How it works

When the input shaft and sliding component reach the same speed as the output, they rotate until a ratchet tooth contacts the tip of a pawl on the output clutch ring this prevents further rotation of the sliding component relative to the output clutch ring (position shown).

As the input shaft continues to rotate, the sliding component will move axially along the helical splines of the input shaft. When a ratchet tooth is in contact with a pawl tip, the clutch engaging teeth are perfectly aligned for engagement and thus will pass smoothly into mesh in a straight line path.
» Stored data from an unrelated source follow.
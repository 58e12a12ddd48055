import { DataTypes, Model, type InferAttributes, type InferCreationAttributes } from 'sequelize';
import type { Sequelize } from 'sequelize';

/** A WebP made from a photo, upright, with a long side of at most `edge` px. The one of 2048 is the published copy. */
export class PhotoCopy extends Model<
  InferAttributes<PhotoCopy>,
  InferCreationAttributes<PhotoCopy>
> {
  declare photoId: string;
  declare edge: number;
  declare objectKey: string;
  declare sha256: Buffer;
  declare bytes: number;
  declare width: number;
  declare height: number;

  static register(sequelize: Sequelize): void {
    PhotoCopy.init(
      {
        photoId: { type: DataTypes.UUID, primaryKey: true },
        edge: { type: DataTypes.SMALLINT.UNSIGNED, primaryKey: true },
        objectKey: { type: DataTypes.STRING(120), allowNull: false },
        sha256: { type: DataTypes.BLOB, allowNull: false },
        bytes: { type: DataTypes.INTEGER.UNSIGNED, allowNull: false },
        width: { type: DataTypes.SMALLINT.UNSIGNED, allowNull: false },
        height: { type: DataTypes.SMALLINT.UNSIGNED, allowNull: false },
      },
      { sequelize, tableName: 'photo_copies' },
    );
  }
}
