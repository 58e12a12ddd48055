import { DataTypes, Model, type InferAttributes, type InferCreationAttributes } from 'sequelize';
import type { CreationOptional, Sequelize } from 'sequelize';

/** A signed-in browser. `idHash` is the SHA-256 of the id that only the browser's cookie holds. */
export class Session extends Model<InferAttributes<Session>, InferCreationAttributes<Session>> {
  declare idHash: Buffer;
  declare personId: CreationOptional<string | null>;
  declare customerId: CreationOptional<string | null>;
  declare createdAt: Date;
  declare freshAt: Date;
  declare seenAt: Date;
  declare expiresAt: Date;

  static register(sequelize: Sequelize): void {
    Session.init(
      {
        idHash: { type: DataTypes.BLOB, primaryKey: true },
        personId: { type: DataTypes.UUID, allowNull: true },
        customerId: { type: DataTypes.UUID, allowNull: true },
        createdAt: { type: DataTypes.DATE(3), allowNull: false },
        freshAt: { type: DataTypes.DATE(3), allowNull: false },
        seenAt: { type: DataTypes.DATE(3), allowNull: false },
        expiresAt: { type: DataTypes.DATE(3), allowNull: false },
      },
      { sequelize, tableName: 'sessions' },
    );
  }
}
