import { isCode } from '#evidence/code/crockford.ts';
import { CodeError } from '#evidence/errors.ts';

/**
 * Reads a code as somebody typed it: hyphens, dashes, spaces and case do not matter, O is taken
 * for 0, I and L for 1.
 * @returns the eleven signs as they are stored
 * @throws CodeError with a sentence for whoever typed it
 */
export function parseCode(typed: string): string {
  const code = typed
    .normalize('NFKC')
    .replace(/[\s\p{Pd}]/gu, '')
    .toUpperCase()
    .replaceAll('O', '0')
    .replace(/[IL]/g, '1');
  if (code.length !== 11) {
    throw new CodeError('A code has eleven signs. Compare it with your paper.');
  }
  if (!isCode(code)) {
    throw new CodeError('This code has a slip in it. Compare it with your paper sign by sign.');
  }
  return code;
}
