import { DataTypes, Model, type InferAttributes, type InferCreationAttributes } from 'sequelize';
import type { CreationOptional, Sequelize } from 'sequelize';

/** A numbered mark on a photo of a draft; sealing moves it into the sealed part. */
export class Pin extends Model<InferAttributes<Pin>, InferCreationAttributes<Pin>> {
  declare id: string;
  declare entryPhotoId: string;
  declare number: number;
  /** Place on the upright photo, from its left and its top, in 1/10000 of its sides. */
  declare x: number;
  declare y: number;
  declare kind: 'damage' | 'remark';
  declare label: string;
  declare note: CreationOptional<string>;

  static register(sequelize: Sequelize): void {
    Pin.init(
      {
        id: { type: DataTypes.UUID, primaryKey: true },
        entryPhotoId: { type: DataTypes.UUID, allowNull: false },
        number: { type: DataTypes.SMALLINT.UNSIGNED, allowNull: false },
        x: { type: DataTypes.SMALLINT.UNSIGNED, allowNull: false },
        y: { type: DataTypes.SMALLINT.UNSIGNED, allowNull: false },
        kind: { type: DataTypes.ENUM('damage', 'remark'), allowNull: false },
        label: { type: DataTypes.STRING(120), allowNull: false },
        note: { type: DataTypes.STRING(400), defaultValue: '' },
      },
      { sequelize, tableName: 'pins' },
    );
  }
}
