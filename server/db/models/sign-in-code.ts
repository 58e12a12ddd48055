import { DataTypes, Model, type InferAttributes, type InferCreationAttributes } from 'sequelize';
import type { CreationOptional, Sequelize } from 'sequelize';

/**
 * A code that was asked for. `customerId` is null when the address is nobody's: the row is written
 * all the same, so that the work and the time do not tell.
 */
export class SignInCode extends Model<
  InferAttributes<SignInCode>,
  InferCreationAttributes<SignInCode>
> {
  declare id: string;
  declare customerId: string | null;
  declare browserHash: Buffer;
  declare codeHmac: Buffer;
  declare tries: CreationOptional<number>;
  declare createdAt: Date;
  declare expiresAt: Date;
  declare usedAt: CreationOptional<Date | null>;

  static register(sequelize: Sequelize): void {
    SignInCode.init(
      {
        id: { type: DataTypes.UUID, primaryKey: true },
        customerId: { type: DataTypes.UUID, allowNull: true },
        browserHash: { type: DataTypes.BLOB, allowNull: false },
        codeHmac: { type: DataTypes.BLOB, allowNull: false },
        tries: { type: DataTypes.TINYINT.UNSIGNED, allowNull: false, defaultValue: 0 },
        createdAt: { type: DataTypes.DATE(3), allowNull: false },
        expiresAt: { type: DataTypes.DATE(3), allowNull: false },
        usedAt: { type: DataTypes.DATE(3), allowNull: true },
      },
      { sequelize, tableName: 'sign_in_codes' },
    );
  }
}
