import { DataTypes, Model, type InferAttributes, type InferCreationAttributes } from 'sequelize';
import type { CreationOptional, Sequelize } from 'sequelize';

/** One act that must be answerable later: who did what to what, and when. */
export class AuditRecord extends Model<
  InferAttributes<AuditRecord>,
  InferCreationAttributes<AuditRecord>
> {
  declare id: string;
  declare at: Date;
  declare personId: CreationOptional<string | null>;
  declare customerId: CreationOptional<string | null>;
  declare act: string;
  declare caseId: CreationOptional<string | null>;
  declare subjectId: CreationOptional<string | null>;
  declare detail: CreationOptional<string | null>;

  static register(sequelize: Sequelize): void {
    AuditRecord.init(
      {
        id: { type: DataTypes.UUID, primaryKey: true },
        at: { type: DataTypes.DATE(3), allowNull: false },
        personId: { type: DataTypes.UUID, allowNull: true },
        customerId: { type: DataTypes.UUID, allowNull: true },
        act: { type: DataTypes.STRING(60), allowNull: false },
        caseId: { type: DataTypes.UUID, allowNull: true },
        subjectId: { type: DataTypes.UUID, allowNull: true },
        detail: { type: DataTypes.TEXT, allowNull: true },
      },
      { sequelize, tableName: 'audit_records' },
    );
  }
}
As the sliding component moves along the input shaft, the pawl passes out of contact with the ratchet tooth, allowing the clutch teeth to come into flank contact and continue the engaging travel. Note that the only load on the pawl is that required to shift the lightweight sliding component along the helical s

Driving torque from the input shaft will only be transmitted when the sliding component completes its travel by contacting an end stop on the input shaft, with the clutch teeth fully engaged and pawls unloaded.

When a nut is screwed against the head of a bolt, no external thrust is produced. Similarly when the sliding component of an SSS Clutch reaches its end stop and the clutch is transmitting driving torque, no external thrust loads are produced by the helical splines.

If the speed of the input shaft is reduced relative to the output shaft, the torque on the helical splines will reverse. This causes the sliding component to return to the disengaged position and the clutch will overrun.

The SSS Clutch can continuously operate engaged or overrunning at maximum speed without wear occurring.

At high overrunning speeds, pawl ratcheting is prevented by a combination of centrifugal and hydrobodynamic effects acting on the pawls.

Where necessary, an oil dashpot is incorporated in the end stop to cushion the clutch engagement.